Detective Will Dormer (Al Pacino) is recruited to solve a murder in Nightmute, Alaska, where (at this time of year) the sun never sets. He goes not only because he is assigned, but also because he is pending investigation back home in L.A. led by a greedy co-worker; not something he wants to stick around for. Detective Ellie Burr (Hilary Swank), a long time fan of Dormer's, is assigned to work with him when a suspect is found in a remote cottage. While chasing him, Dormer accidentally shoots his partner. The suspect, Walter Finch (Robin Williams), sees it and blackmails Dormer. What does he want?
What sets "Insomnia" apart is how deeply it delves into the psychology of the situation. In most thrillers of this sort, the bad guy spills his guts once he is discovered, leaving little to the imagination; trivializing the entire nature of their crimes. It seems to me that any killer who feels the need to do this shouldn't be able to get away with stealing bubble gum from a convenience store. "Insomnia" is not so much about finding out who the killer is but about the minds of the cat and the mouse, and how they may not be as different as one would think. This is a theme in all of Christopher Nolan's films: taking a deceivingly simple premise and somehow placing the viewer inside the protagonist's (or possibly antagonist's) mind.

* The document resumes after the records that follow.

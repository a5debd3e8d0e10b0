"""Held tubes: balance of forces, limits of stiffness, buckling, remedies, sag."""

import numpy as np
import pytest

from crossbank_service.methods import thermal_expansion
from crossbank_service.methods.criterion import BEYOND, NEAR, WITHIN

MODULUS, AREA, ALPHA = 198e9, 1.5e-4, 12.2e-6


def test_tubes_and_frame_pull_each_other_with_equal_force() -> None:
    """The forces of all tubes and of the frame add up to nothing, in every case."""
    rise = np.array([[150.0, 120.0, 90.0, 60.0], [20.0, 60.0, 100.0, 140.0]])
    count = np.array([20.0, 19.0, 20.0, 19.0])
    found = thermal_expansion.framed_forces(
        count,
        MODULUS,
        AREA,
        ALPHA,
        rise,
        frame_stiffness_n=np.array([[1.2e9], [0.0]]),
        frame_expansion_per_k=12e-6,
        frame_rise_k=40.0,
    )
    total = (count * found.tube_force_n).sum(axis=-1, keepdims=True) + found.frame_force_n
    np.testing.assert_allclose(total, 0.0, atol=1e-6 * MODULUS * AREA * ALPHA * 100.0)


def test_the_hottest_row_is_in_compression_and_the_coldest_in_tension() -> None:
    """Without a frame each row works against the mean of the bank: half the difference of two equal rows."""
    found = thermal_expansion.framed_forces(10.0, MODULUS, AREA, ALPHA, np.array([[100.0, 40.0]]))
    expected = MODULUS * AREA * ALPHA * 30.0
    np.testing.assert_allclose(found.tube_force_n, [[-expected, expected]], rtol=1e-12)


def test_an_endless_frame_is_the_rigid_one_and_an_equal_one_halves_the_force() -> None:
    """The rigid force is the limit; equal stiffness of bank and frame gives half of it."""
    rigid = thermal_expansion.held_rigid_force_n(MODULUS, AREA, ALPHA, 100.0)
    stiffness = 40.0 * MODULUS * AREA
    forces = [
        thermal_expansion.framed_forces(40.0, MODULUS, AREA, ALPHA, 100.0, frame_stiffness_n=k).tube_force_n[
            0
        ]
        for k in (1e12 * stiffness, stiffness, 0.0)
    ]
    np.testing.assert_allclose(forces, [float(rigid), 0.5 * float(rigid), 0.0], rtol=1e-11, atol=1e-9)


def test_a_case_alone_equals_the_case_beside_others() -> None:
    """Bit for bit, also when rows are laid out differently in memory."""
    rise = np.random.default_rng(5).uniform(20.0, 200.0, (7, 23))
    together = thermal_expansion.framed_forces(
        3.0, MODULUS, AREA, ALPHA, np.asfortranarray(rise)
    ).tube_force_n
    alone = thermal_expansion.framed_forces(3.0, MODULUS, AREA, ALPHA, rise[4:5]).tube_force_n
    assert np.array_equal(together[4:5], alone)


def test_johnson_and_euler_meet_at_half_the_yield_stress() -> None:
    """At the limiting slenderness both give sy/2."""
    limit = np.sqrt(2.0 * np.pi**2 * 200e9 / 240e6)
    found = thermal_expansion.buckling_stress_pa(
        limit * np.array([1e-9, 1.0 - 1e-9, 1.0 + 1e-9]), 200e9, 240e6
    )
    np.testing.assert_allclose(found, [240e6, 120e6, 120e6], rtol=1e-8)


def test_tension_neither_buckles_nor_slows_the_tube() -> None:
    """Compression at half the Euler load takes 29 % off the frequency; tension has ratio 0."""
    load = 10e3
    force = np.array([5e3, -5e3, -12e3])
    assert thermal_expansion.compression_ratio(force, load).tolist() == [0.0, 0.5, 1.2]
    np.testing.assert_allclose(
        thermal_expansion.frequency_factor(force, load), [np.sqrt(1.5), np.sqrt(0.5), 0.0], rtol=1e-12
    )
    grades = thermal_expansion.BUCKLING.grade(thermal_expansion.compression_ratio(force, load))
    assert grades.tolist() == [WITHIN, WITHIN, BEYOND]
    assert thermal_expansion.BUCKLING.grade(0.7) == NEAR


def test_a_warmer_tie_in_brings_the_force_to_the_wanted_one() -> None:
    """Tied in at the temperature found, the rigid force is the wanted one."""
    force = thermal_expansion.held_rigid_force_n(MODULUS, AREA, ALPHA, 430.0 - 293.0)
    tie_in = thermal_expansion.tie_in_temperature_k(force, -10e3, 293.0, MODULUS, AREA, ALPHA)
    again = thermal_expansion.held_rigid_force_n(MODULUS, AREA, ALPHA, 430.0 - tie_in)
    assert again == pytest.approx(-10e3, rel=1e-10)


def test_the_longest_span_has_the_wanted_share_of_the_euler_load() -> None:
    """Put back, the force is half the load; a tube in tension may have any span."""
    span = thermal_expansion.longest_span_m(np.array([-20e3, 5e3]), 2090.0, 0.7)
    assert thermal_expansion.compression_ratio(
        -20e3, thermal_expansion.euler_load_n(2090.0, span[0], 0.7)
    ) == pytest.approx(0.5, rel=1e-12)
    assert span[1] == 100.0


def test_sag_and_its_slope_follow_from_the_same_beam() -> None:
    """Deflection lines of a uniformly loaded span, differentiated on a fine grid."""
    w, span, ei = 15.0, 1.2, 2090.0
    x = np.linspace(0.0, span, 200_001)
    pinned = w * x * (span**3 - 2.0 * span * x**2 + x**3) / (24.0 * ei)
    built_in = w * x**2 * (span - x) ** 2 / (24.0 * ei)
    for line, held in ((pinned, False), (built_in, True)):
        sag = thermal_expansion.sag_m(w, span, ei, built_in=held)
        slope = thermal_expansion.sag_slope(w, span, ei, built_in=held)
        assert sag == pytest.approx(line.max(), rel=1e-9)
        assert slope == pytest.approx(np.abs(np.diff(line) / np.diff(x)).max(), rel=1e-4)


def test_pressure_and_free_growth_by_hand() -> None:
    """pi/4 x 0.02^2 x 1 MPa = 314.16 N; 3 m x 12e-6 x 100 K = 3.6 mm."""
    assert thermal_expansion.pressure_end_force_n(1e6, 0.02) == pytest.approx(314.159, abs=5e-4)
    assert thermal_expansion.free_expansion_m(3.0, 12e-6, 100.0) == pytest.approx(3.6e-3)
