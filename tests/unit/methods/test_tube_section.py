"""Section, mass, layout and damping of tubes."""

import numpy as np
import pytest

from crossbank_service.methods import tube_section as ts

ROOT2, ROOT3 = np.sqrt(2.0), np.sqrt(3.0)


def test_solid_bar_has_the_closed_form_second_moment() -> None:
    """A wall of half the diameter gives pi D^4/64 and a radius of gyration of D/4."""
    bar = ts.section(np.array([0.02]), np.array([0.02]))
    assert bar.second_moment_m4[0] == pytest.approx(np.pi * 0.02**4 / 64.0, rel=1e-14)
    assert bar.radius_of_gyration_m[0] == pytest.approx(0.005, rel=1e-14)
    assert bar.inner_diameter_m[0] == 0.0


def test_mass_adds_contents_fins_and_added_mass() -> None:
    """Water in and around a tube, and fins, add what their volumes weigh (hand calculation)."""
    mass = ts.tube_mass(
        outer_diameter_m=np.array([0.0254]),
        wall_thickness_m=np.array([0.00211]),
        tube_density_kg_m3=np.array([7850.0]),
        inside_density_kg_m3=np.array([1000.0]),
        outside_density_kg_m3=np.array([1000.0]),
        added_mass_coefficient=np.array([1.5]),
        fin_mass_kg_m=np.array([0.7135]),
    )
    # metal 1.211913, bore 0.352323, fins 0.7135, outside 1.5 x 0.506707
    assert mass[0] == pytest.approx(3.037797, abs=2e-6)


@pytest.mark.parametrize(
    ("a", "b", "staggered", "pattern"),
    [
        (1.5, 0.75 * ROOT3, 1.0, 30),
        (1.5 * ROOT2, 0.75 * ROOT2, 1.0, 45),
        (1.5 * ROOT3, 0.75, 1.0, 60),
        (2.0, 1.25, 0.0, 90),
    ],
)
def test_standard_layouts_are_recognised(a: float, b: float, staggered: float, pattern: int) -> None:
    """The four layouts of the field come out by name, with their tube pitch as the smallest distance."""
    pitches = np.array([a]), np.array([b]), np.array([staggered])
    assert ts.layout_pattern(*pitches)[0] == pattern
    assert ts.smallest_pitch_ratio(*pitches)[0] == pytest.approx(1.25 if pattern == 90 else 1.5, rel=1e-14)


def test_added_mass_tends_to_that_of_a_lone_cylinder() -> None:
    """At wide pitches the neighbours lose their influence."""
    coefficient = ts.added_mass_coefficient(np.array([30.0]), np.array([90]))
    assert coefficient[0] == pytest.approx(1.0, abs=1e-4)


def test_added_mass_stays_close_to_potential_flow() -> None:
    """Multipole solutions among rigid neighbours lie within -2 and +9 % of the formula."""
    potential = np.array([1.718, 1.256, 1.197, 1.052])
    formula = ts.added_mass_coefficient(np.array([1.25, 1.5, 1.5, 2.0]), np.array([30, 30, 90, 90]))
    assert np.all((formula / potential > 0.975) & (formula / potential < 1.085))


def test_characteristic_span_takes_the_three_longest() -> None:
    """Absent spans do not count, whether a column stands for them or not."""
    spans = np.array([[1.0, 0.4, 1.2, 0.8], [0.9, 0.0, 0.0, 0.0], [0.5, 0.7, 0.0, 0.0]])
    np.testing.assert_allclose(ts.characteristic_span(spans), [1.0, 0.9, 0.6], rtol=1e-15)
    assert ts.characteristic_span(spans[2:, :2])[0] == ts.characteristic_span(spans)[2]


def test_gas_damping_is_floored_capped_and_lower_in_higher_bands() -> None:
    """One span has no friction at supports; modes above the first band keep 0.7; credit ends at 0.02."""
    zeta = ts.damping_gas(
        span_count=np.array([1.0, 4.0, 4.0, 6.0]),
        support_thickness_m=np.array([0.01, 0.01, 0.01, 0.9]),
        characteristic_span_m=np.ones(4),
        mode=np.array([1.0, 4.0, 5.0, 1.0]),
    )
    np.testing.assert_allclose(zeta, [0.001, 0.00375, 0.7 * 0.00375, 0.02], rtol=1e-12)


def test_cautious_reading_of_the_gas_coefficient_lowers_the_critical_velocity_by_1_77() -> None:
    """0.05 and 0.05/pi differ by the square root of pi in the velocity."""
    ratio = ts.GAS_DAMPING_COEFFICIENT / ts.GAS_DAMPING_COEFFICIENT_CAUTIOUS
    assert np.sqrt(ratio) == pytest.approx(1.77, abs=0.005)


def test_law_is_offered_only_for_its_layouts() -> None:
    """A law with layouts of its own refuses the others, one without takes all."""
    pattern = np.array([30, 45, 60, 90])
    law = ts.Law(
        slug="x-1900", check="c", gives="g", function=np.sqrt, source="s", trust="memory", patterns=(45, 90)
    )
    assert law.offered(pattern).tolist() == [False, True, False, True]
    assert "from memory" in law.attribution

To be fair, I have never seen the 1997 original "Insomnia" on which this remake of the same name is based. However, one thing one cannot re-create is the impact of the talent involved. As I said before, Christopher Nolan is brilliant at placing us inside the minds of characters we can never fully comprehend. In this film, he uses his talent for integrating location into the fabric of the story to get us there. You can almost feel the mist, almost smell the trees, and the emotional claustrophobia is very real. The endless day of Nightmute is masterfully orchestrated, slowly closing in on Dormer; intruding in on him, choking him as circumstances get worse and worse.
For the most part, "Insomnia" is a clever and effective thriller. Unfortunately, when it is time for the film to reach a conclusion, it cops out (pun most definitely intended). All the tension that has been built up between Dormer and Finch; all of the torment that Dormer has gone through is dropped. The film sets it's characters up so that they will have to face their problems and maybe even be taken down by them, but it takes the easy way out, settling for a standard, over-sensationalized ending. Why can't films these days have the patience to carry themselves all the way across the finish line?
Ending notwithstanding, "Insomnia" is one of the better thrillers this summer. As a remake, it is plenty unique and has enough merit that one does not have to see the original to realize that it stands on it's own. And now that Christopher Nolan has bigger budgets at his disposal, I simply cannot wait to see the next trick he has up his sleeve.